• _YOUR GOAL_: All the entries below should be reproduced exactly.

• _EXTRACTED INFORMATION_:
═══
/// The trees laid out for speed: each tree as a complete binary tree of
/// the forest's depth `D` (`2^D − 1` splits in breadth-first order, `2^D`
/// leaves; a leaf above depth `D` is copied to every leaf below it), so a
/// walk is `D` steps of index arithmetic with no branch on the outcome
/// (`i = 2i + 1 + right`). Thresholds are `f32`: the smallest `f32` not
/// below the `f64` threshold, so `x < t32` exactly when `x < t` for every
/// `f32` feature value. Predicts what [`Forest::predict`] predicts.
#[derive(Debug, Clone, PartialEq, Default)]
pub struct Compiled {
    depth: u32,
    /// Per split: threshold, feature, whether a missing value goes right.
    splits: Vec<(f32, u16, bool)>,
    leaves: Vec<f32>,
}

/// Deeper forests are walked node by node instead (`2^D` leaves per tree).
const MAX_COMPILED_DEPTH: u32 = 10;

/// The smallest `f32` that is not below `t`.
fn f32_at_or_above(t: f64) -> f32 {
    let f = t as f32;
    if f64::from(f) >= t || !f.is_finite() {
        return f;
    }
    // Next representable f32 upwards.
    let b = f.to_bits();
    if f == 0.0 {
        f32::from_bits(1)
    } else if f > 0.0 {
        f32::from_bits(b + 1)
    } else {
        f32::from_bits(b - 1)
    }
}

impl Compiled {
    /// The layout of `f`, or `None` when a tree is deeper than
    /// [`MAX_COMPILED_DEPTH`] or has a missing branch of its own.
    pub fn of(f: &Forest) -> Option<Compiled> {
        let total = f.nodes.len();
        let mut depth = 0u32;
        for (t, &root) in f.roots.iter().enumerate() {
            let end = f.roots.get(t + 1).map_or(total, |&r| r as usize);
            let d = Self::tree_depth(&f.nodes[..end], root as usize)?;
            depth = depth.max(d);
        }
        if depth > MAX_COMPILED_DEPTH {
            return None;
        }
        let n_splits = (1usize << depth) - 1;
        let mut c = Compiled {
            depth,
            splits: vec![(f32::INFINITY, 0, false); n_splits * f.roots.len()],
            leaves: vec![0.0; (n_splits + 1) * f.roots.len()],
        };
        for (t, &root) in f.roots.iter().enumerate() {
            c.fill(f, t, root as usize, 0, 0);
        }
        Some(c)
    }

    fn tree_depth(nodes: &[Node], i: usize) -> Option<u32> {
        let n = nodes.get(i)?;
        if n.leaf {
            return Some(0);
        }
        if n.missing != n.left && n.missing != n.right {
            return None;
        }
        let l = Self::tree_depth(nodes, n.left as usize)?;
        let r = Self::tree_depth(nodes, n.right as usize)?;
        Some(1 + l.max(r))
    }

    /// Writes node `i` of tree `t` at breadth-first position `pos` of
    /// level `level`.
    fn fill(&mut self, f: &Forest, t: usize, i: usize, level: u32, pos: usize) {
        let n = &f.nodes[i];
        let d = self.depth;
        let n_splits = (1usize << d) - 1;
        if level == d || n.leaf {
            // Every leaf under `pos` at depth d carries the value.
            let span = 1usize << (d - level);
            let first = ((pos + 1) << (d - level)) - 1 - n_splits;
            let leaves = &mut self.leaves[t * (n_splits + 1)..(t + 1) * (n_splits + 1)];
            leaves[first..first + span].fill(n.value);
            return;
        }
        self.splits[t * n_splits + pos] = (
            f32_at_or_above(n.threshold),
            n.feature,
            n.missing == n.right,
        );
        self.fill(f, t, n.left as usize, level + 1, 2 * pos + 1);
        self.fill(f, t, n.right as usize, level + 1, 2 * pos + 2);
    }

    /// The sum of the trees' leaves for `x` (without the base score).
    /// Eight trees are walked side by side: each step of a walk waits for
    /// the load before it, and eight independent walks keep the core busy
    /// meanwhile (about 3× faster than one at a time: benches/correction.rs).
    #[inline]
    pub fn sum(&self, x: &Features) -> f64 {
        let d = self.depth;
        let ns = (1usize << d) - 1;
        let nl = ns + 1;
        let trees = self.leaves.len() / nl;
        let step = |base: usize, i: usize| -> usize {
            let (t, feat, missing_right) = self.splits[base + i];
            let v = x[usize::from(feat)];
            let right = (v >= t) | (v.is_nan() & missing_right);
            2 * i + 1 + usize::from(right)
        };
        let mut s = 0.0f64;
        let mut t = 0;
        const W: usize = 8;
        while t + W <= trees {
            let mut at = [0usize; W];
            for _ in 0..d {
                for (k, i) in at.iter_mut().enumerate() {
                    *i = step((t + k) * ns, *i);
                }
            }
            for (k, i) in at.iter().enumerate() {
                s += f64::from(self.leaves[(t + k) * nl + i - ns]);
            }
            t += W;
        }
        while t < trees {
            let mut a = 0usize;
            for _ in 0..d {
                a = step(t * ns, a);
            }
            s += f64::from(self.leaves[t * nl + a - ns]);
            t += 1;
        }
        s
    }
}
═══
• _WRITTEN ANSWER_:
/// The trees laid out for speed: each tree as a complete binary tree of
/// the forest's depth `D` (`2^D − 1` splits in breadth-first order, `2^D`
/// leaves; a leaf above depth `D` is copied to every leaf below it), so a
/// walk is `D` steps of index arithmetic with no branch on the outcome
/// (`i = 2i + 1 + right`). Thresholds are `f32`: the smallest `f32` not
/// below the `f64` threshold, so `x < t32` exactly when `x < t` for every
/// `f32` feature value. Predicts what [`Forest::predict`] predicts.
#[derive(Debug, Clone, PartialEq, Default)]
pub struct Compiled {
    depth: u32,
    /// Per split: threshold, feature, whether a missing value goes right.
    splits: Vec<(f32, u16, bool)>,
    leaves: Vec<f32>,
}

/// Deeper forests are walked node by node instead (`2^D` leaves per tree).
const MAX_COMPILED_DEPTH: u32 = 10;

/// The smallest `f32` that is not below `t`.
fn f32_at_or_above(t: f64) -> f32 {
    let f = t as f32;
    if f64::from(f) >= t || !f.is_finite() {
        return f;
    }
    // Next representable f32 upwards.
    let b = f.to_bits();
    if f == 0.0 {
        f32::from_bits(1)
    } else if f > 0.0 {
        f32::from_bits(b + 1)
    } else {
        f32::from_bits(b - 1)
    }
}

impl Compiled {
    /// The layout of `f`, or `None` when a tree is deeper than
    /// [`MAX_COMPILED_DEPTH`] or has a missing branch of its own.
    pub fn of(f: &Forest) -> Option<Compiled> {
        let total = f.nodes.len();
        let mut depth = 0u32;
        for (t, &root) in f.roots.iter().enumerate() {
            let end = f.roots.get(t + 1).map_or(total, |&r| r as usize);
            let d = Self::tree_depth(&f.nodes[..end], root as usize)?;
            depth = depth.max(d);
        }
        if depth > MAX_COMPILED_DEPTH {
            return None;
        }
        let n_splits = (1usize << depth) - 1;
        let mut c = Compiled {
            depth,
            splits: vec![(f32::INFINITY, 0, false); n_splits * f.roots.len()],
            leaves: vec![0.0; (n_splits + 1) * f.roots.len()],
        };
        for (t, &root) in f.roots.iter().enumerate() {
            c.fill(f, t, root as usize, 0, 0);
        }
        Some(c)
    }

    fn tree_depth(nodes: &[Node], i: usize) -> Option<u32> {
        let n = nodes.get(i)?;
        if n.leaf {
            return Some(0);
        }
        if n.missing != n.left && n.missing != n.right {
            return None;
        }
        let l = Self::tree_depth(nodes, n.left as usize)?;
        let r = Self::tree_depth(nodes, n.right as usize)?;
        Some(1 + l.max(r))
    }

    /// Writes node `i` of tree `t` at breadth-first position `pos` of
    /// level `level`.
    fn fill(&mut self, f: &Forest, t: usize, i: usize, level: u32, pos: usize) {
        let n = &f.nodes[i];
        let d = self.depth;
        let n_splits = (1usize << d) - 1;
        if level == d || n.leaf {
            // Every leaf under `pos` at depth d carries the value.
            let span = 1usize << (d - level);
            let first = ((pos + 1) << (d - level)) - 1 - n_splits;
            let leaves = &mut self.leaves[t * (n_splits + 1)..(t + 1) * (n_splits + 1)];
            leaves[first..first + span].fill(n.value);
            return;
        }
        self.splits[t * n_splits + pos] = (
            f32_at_or_above(n.threshold),
            n.feature,
            n.missing == n.right,
        );
        self.fill(f, t, n.left as usize, level + 1, 2 * pos + 1);
        self.fill(f, t, n.right as usize, level + 1, 2 * pos + 2);
    }

    /// The sum of the trees' leaves for `x` (without the base score).
    /// Eight trees are walked side by side: each step of a walk waits for
    /// the load before it, and eight independent walks keep the core busy
    /// meanwhile (about 3× faster than one at a time: benches/correction.rs).
    #[inline]
    pub fn sum(&self, x: &Features) -> f64 {
        let d = self.depth;
        let ns = (1usize << d) - 1;
        let nl = ns + 1;
        let trees = self.leaves.len() / nl;
        let step = |base: usize, i: usize| -> usize {
            let (t, feat, missing_right) = self.splits[base + i];
            let v = x[usize::from(feat)];
            let right = (v >= t) | (v.is_nan() & missing_right);
            2 * i + 1 + usize::from(right)
        };
        let mut s = 0.0f64;
        let mut t = 0;
        const W: usize = 8;
        while t + W <= trees {
            let mut at = [0usize; W];
            for _ in 0..d {
                for (k, i) in at.iter_mut().enumerate() {
                    *i = step((t + k) * ns, *i);
                }
            }
            for (k, i) in at.iter().enumerate() {
                s += f64::from(self.leaves[(t + k) * nl + i - ns]);
            }
            t += W;
        }
        while t < trees {
            let mut a = 0usize;
            for _ in 0..d {
                a = step(t * ns, a);
            }
            s += f64::from(self.leaves[t * nl + a - ns]);
            t += 1;
        }
        s
    }
}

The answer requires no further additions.